I respectfully disagree that there were not some very hard questions asked of both candidates. Though I had mostly made my own decision relatively early, some of the hard questions asked made me second guess and decide for myself whether those issues brought up were ones I was concerned about. It's up to us as voters to decide whether we think those questions were answered appropriately.
Anyway, I agree that the media's affiliations oughtn't enter into their reporting. However, as I said, I think that's an intractable problem, since human beings by their very nature are biased beings. That being said, one means of combatting the problem is by increasing transparency and disclosure in the media (i.e. the media fully disclosing whom they support and why, so that media consumers can judge the news they receive via that media through the filter of that knowledge). The problem with this, however, is it violates the principle of a secret ballot by exposing the voting paterns of those in the media.
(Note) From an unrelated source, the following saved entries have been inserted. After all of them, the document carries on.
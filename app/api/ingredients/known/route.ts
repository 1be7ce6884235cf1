import { listIngredientsNamed } from '@/lib/ingredient/queries'
import { ingredientNames } from '@/lib/ingredient/schema'
import { read } from '@/lib/http/route'

export const GET = read({
  permission: 'formula.read',
  query: ingredientNames,
  handler: ({ db, actor, query }) => listIngredientsNamed(db, actor, query.name),
})
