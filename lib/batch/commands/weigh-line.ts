import { sql } from 'kysely'
import type { Actor } from '@/lib/auth/actor'
import type { Trx } from '@/lib/db/client'
import { readDecimal } from '@/lib/formula/rules/numbers'
import { refuse } from '@/lib/http/errors'
import { gramsText, tolerancePercent, weighed } from '../rules'
import type { WeighInput } from '../schema'
import { assertState, findBatch, staleRow } from './find-batch'

/** One line's weight. Outside its tolerance it wants a note, corrected it wants a reason; both stay visible. */
export async function weighLine(trx: Trx, actor: Actor, code: string, input: WeighInput) {
  const batch = await findBatch(trx, code)
  assertState(batch, ['making'], 'Its weighing sheet is closed.')
  const line = await trx
    .selectFrom('batchWeighing')
    .innerJoin('formulaLine', 'formulaLine.id', 'batchWeighing.formulaLineId')
    .select([
      'batchWeighing.targetG',
      'batchWeighing.actualG',
      'batchWeighing.version',
      'formulaLine.inciName',
    ])
    .where('batchWeighing.id', '=', input.weighingId)
    .where('batchWeighing.batchId', '=', batch.id)
    .executeTakeFirst()
  if (!line) throw refuse.notFound(`${code} has no such line. Load the page again.`)
  const actualG = readWeight(input.actualTyped)
  if (line.version !== input.version) {
    throw await staleRow(trx, 'batch_weighing', input.weighingId, `the weight of ${line.inciName}`)
  }
  const verdict = weighed(line.targetG, actualG)
  if (!verdict.isWithin && !input.note) {
    throw refuse.invalid(
      `${line.inciName} is ${gramsText(Math.abs(verdict.differenceG))} g ${verdict.differenceG < 0 ? 'short' : 'over'}, more than ${tolerancePercent} %. Say why it is kept.`,
      { note: 'Say why this weight is kept.' },
    )
  }
  if (line.actualG !== null && !input.reason) {
    throw refuse.invalid(`${line.inciName} was weighed already. Say why the weight is corrected.`, {
      reason: 'Say why the weight is corrected.',
    })
  }
  const { lot, balance, note, actualTyped } = input
  const saved = await trx
    .updateTable('batchWeighing')
    .set({ actualG, actualTyped, lot, balance, note, weighedBy: actor.personId })
    .set({ weighedAt: sql<string>`app_now()`, version: input.version + 1 })
    .where('id', '=', input.weighingId)
    .returning(['id', 'version', 'actualG', 'weighedAt'])
    .executeTakeFirstOrThrow()
  return { ...saved, differencePercent: verdict.differencePercent, isWithin: verdict.isWithin }
}

function readWeight(typed: string): number {
  const grams = readDecimal(typed)
  const refused = (sentence: string) => refuse.invalid(sentence, { actualTyped: sentence })
  if (grams === null)
    throw refused(`"${typed.slice(0, 20)}" is not a weight. Type digits with one comma or point.`)
  if (grams <= 0) throw refused('A weight is above 0 g. Tare the vessel and weigh again.')
  if (grams > 1_000_000) throw refused('A line of more than 1 000 kg cannot be right here.')
  return grams
}
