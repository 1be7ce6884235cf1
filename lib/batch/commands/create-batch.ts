import { sql } from 'kysely'
import type { Actor } from '@/lib/auth/actor'
import type { Trx } from '@/lib/db/client'
import { newId } from '@/lib/db/id'
import { totalSentence } from '@/lib/formula/rules/finding'
import { wholeThousandths } from '@/lib/formula/rules/totals'
import { refuse } from '@/lib/http/errors'
import { usualWeighingTolerancePercent } from '@/lib/lab/rules'
import type { ProtocolPlan } from '@/lib/protocol/schema'
import { targetGrams } from '../rules/weighing'
import type { CreateBatchInput } from '../schema'

/**
 * A batch of one version of a formula: locks the version, scales the weighing sheet and lays out the steps.
 * The same id again answers with what stands.
 */
export async function createBatch(trx: Trx, actor: Actor, input: CreateBatchInput) {
  const existing = await trx
    .selectFrom('batch')
    .select(['id', 'code', 'formulaVersionId'])
    .where('id', '=', input.id)
    .executeTakeFirst()
  if (existing) {
    if (existing.formulaVersionId === input.formulaVersionId) return { id: existing.id, code: existing.code }
    throw refuse.conflict(`${existing.code} was made of another version. Make the batch anew.`)
  }
  const formula = await lockFormula(trx, input.formulaVersionId)
  const [lines, steps] = [
    await trx
      .selectFrom('formulaLine')
      .select(['id', 'percentThousandths'])
      .where('formulaVersionId', '=', input.formulaVersionId)
      .where('percentThousandths', '>', 0)
      .orderBy('position')
      .execute(),
    await trx
      .selectFrom('formulaStep')
      .select('id')
      .where('formulaVersionId', '=', input.formulaVersionId)
      .orderBy('position')
      .execute(),
  ]
  assertWhole(formula, lines)
  if (formula.state === 'draft') {
    await trx
      .updateTable('formulaVersion')
      .set((eb) => ({ state: 'locked', version: eb('version', '+', 1) }))
      .where('id', '=', input.formulaVersionId)
      .execute()
  }
  const code = `${formula.code}-${formula.batches + 1}`
  const { id, formulaVersionId, sizeG, note } = input
  const protocol = await narrowestOf(trx, input.protocolVersionIds)
  const usual = formula.labTolerancePercent ?? usualWeighingTolerancePercent
  const tolerancePercent = input.tolerancePercent ?? protocol?.tolerancePercent ?? usual
  await trx
    .insertInto('batch')
    .values({
      ...{ id, code, formulaVersionId, sizeG, tolerancePercent, note, createdBy: actor.personId },
      protocolVersionId: protocol?.id ?? null,
    })
    .execute()
  const weighings = lines.map((line, position) => ({
    id: newId(),
    batchId: id,
    formulaLineId: line.id,
    position,
    targetG: targetGrams(sizeG, line.percentThousandths),
  }))
  await trx.insertInto('batchWeighing').values(weighings).execute()
  if (steps.length) {
    const rows = steps.map((step, position) => ({
      id: newId(),
      batchId: id,
      formulaStepId: step.id,
      position,
    }))
    await trx.insertInto('batchStep').values(rows).execute()
  }
  return { id, code }
}

/** The formula's row is locked first, so that two batches begun at the same moment get two numbers. */
async function lockFormula(trx: Trx, formulaVersionId: string) {
  const row = await trx
    .selectFrom('formula')
    .innerJoin('formulaVersion', 'formulaVersion.formulaId', 'formula.id')
    .select(['formula.id', 'formula.code', 'formulaVersion.number', 'formulaVersion.state'])
    .select(
      sql<number | null>`(select (settings->>'weighingTolerancePercent')::numeric from lab)`.as(
        'labTolerancePercent',
      ),
    )
    .where('formulaVersion.id', '=', formulaVersionId)
    .where('formula.isReference', '=', false)
    .forUpdate()
    .executeTakeFirst()
  if (!row) throw refuse.notFound('That version of the formula is not there. Load the page again.')
  const count = await trx
    .selectFrom('batch')
    .innerJoin('formulaVersion', 'formulaVersion.id', 'batch.formulaVersionId')
    .select(sql<number>`coalesce(max(substring(batch.code from '[0-9]+$')::int), 0)`.as('batches'))
    .where('formulaVersion.formulaId', '=', row.id)
    .executeTakeFirstOrThrow()
  return { ...row, batches: count.batches }
}

/** Of the protocols it is sized for the one whose tolerance is narrowest, else the first of them. */
async function narrowestOf(trx: Trx, ids: readonly string[]) {
  if (!ids.length) return null
  const found = await trx
    .selectFrom('protocolVersion')
    .select('id')
    .select((eb) => eb.ref('plan').$castTo<ProtocolPlan>().as('plan'))
    .where('id', 'in', ids)
    .execute()
  const asked = ids.flatMap((id) => {
    const plan = found.find((one) => one.id === id)?.plan
    return plan ? [{ id, tolerancePercent: plan.weighingTolerancePercent ?? null }] : []
  })
  if (asked.length < new Set(ids).size) {
    throw refuse.invalid('A protocol that this batch was sized for is not there. Choose again.', {
      protocolVersionIds: 'Choose protocols of the list.',
    })
  }
  const width = ({ tolerancePercent }: { tolerancePercent: number | null }) => tolerancePercent ?? Infinity
  return asked.toSorted((a, b) => width(a) - width(b) || 0)[0] ?? null
}

function assertWhole(
  formula: { code: string; number: number },
  lines: readonly { percentThousandths: number }[],
) {
  const totalThousandths = lines.reduce((sum, line) => sum + line.percentThousandths, 0)
  if (totalThousandths === wholeThousandths) return
  const said = totalSentence({ totalThousandths, missingThousandths: wholeThousandths - totalThousandths })
  throw refuse.conflict(
    lines.length
      ? `Version ${formula.number} of ${formula.code} does not add up to 100.00 %: ${said}. Correct its lines, then make the batch.`
      : `Version ${formula.number} of ${formula.code} has no lines yet. Write them, then make the batch.`,
  )
}
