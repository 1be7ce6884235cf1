import { attributes, type AttributeKey } from '@/lib/reading/schema/attributes'
import { thousands } from '@/lib/science/methods/thousands'

const small = [
  'no',
  'one',
  'two',
  'three',
  'four',
  'five',
  'six',
  'seven',
  'eight',
  'nine',
  'ten',
  'eleven',
  'twelve',
]

/** Up to twelve in words, as one speaks. */
export function numberWord(count: number): string {
  return small[count] ?? thousands(String(count))
}

/** A sentence begins with a capital. */
export function capital(text: string): string {
  return text.charAt(0).toUpperCase() + text.slice(1)
}

/** "40 °C (inverted)": what sets a station's jars apart stands with its name. */
export function withVariant(name: string, variant: string | undefined): string {
  return variant ? `${name} (${variant})` : name
}

export function counted(count: number, one: string, many = `${one}s`): string {
  return `${numberWord(count)} ${count === 1 ? one : many}`
}

export function listed(items: string[]): string {
  return items.length < 2 ? (items[0] ?? '') : `${items.slice(0, -1).join(', ')} and ${items.at(-1)}`
}

/** A value with the figures its attribute is worth, and a true minus; without its unit. */
export function shownValue(attribute: string, value: number): string {
  const known = attributes[attribute as AttributeKey]
  if (!known) return String(value)
  if ('words' in known) return known.words[Math.round(value)] ?? String(value)
  const text = known.decimals === 'three figures' ? threeFigures(value) : value.toFixed(known.decimals)
  return thousands(text.replace(/^-(0\.0*)$/, '$1').replace('-', '−'))
}

export function shownWithUnit(attribute: string, value: number): string {
  const known = attributes[attribute as AttributeKey]
  const shown = shownValue(attribute, value)
  return known?.unit && !('words' in known) ? `${shown} ${known.unit}` : shown
}

/** Read in words against the initial, so it has neither a curve nor a distance. */
export function isWorded(attribute: string): boolean {
  return attributes[attribute as AttributeKey]?.kind === 'word'
}

function threeFigures(value: number): string {
  if (value === 0) return '0'
  const text = value.toPrecision(3)
  return text.includes('e') ? String(Number(text)) : text
}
On the other hand, it is relatively easy to discern the general political leanings of any given media outlet, I think. And this fact has contributed to another problem: people on the right get their news predominately from news sources that have a rightward leaning reporting, and people on the left get their news from leftward leaning media. The result is a politically segregated information gap, where each side is only informed by their own echo chambers. I actually make it a personal pursuit to seek out news and ideas from the opposite side--which actually lead me to, at least temporarily, change my political leanings during this election cycle--but this isn't the kind of thing you can mandate... You can't force the media to be completely unbiased, really, and you can't force voters either to inform themselves or, when doing so, to inform themselves in an unbiased fashion.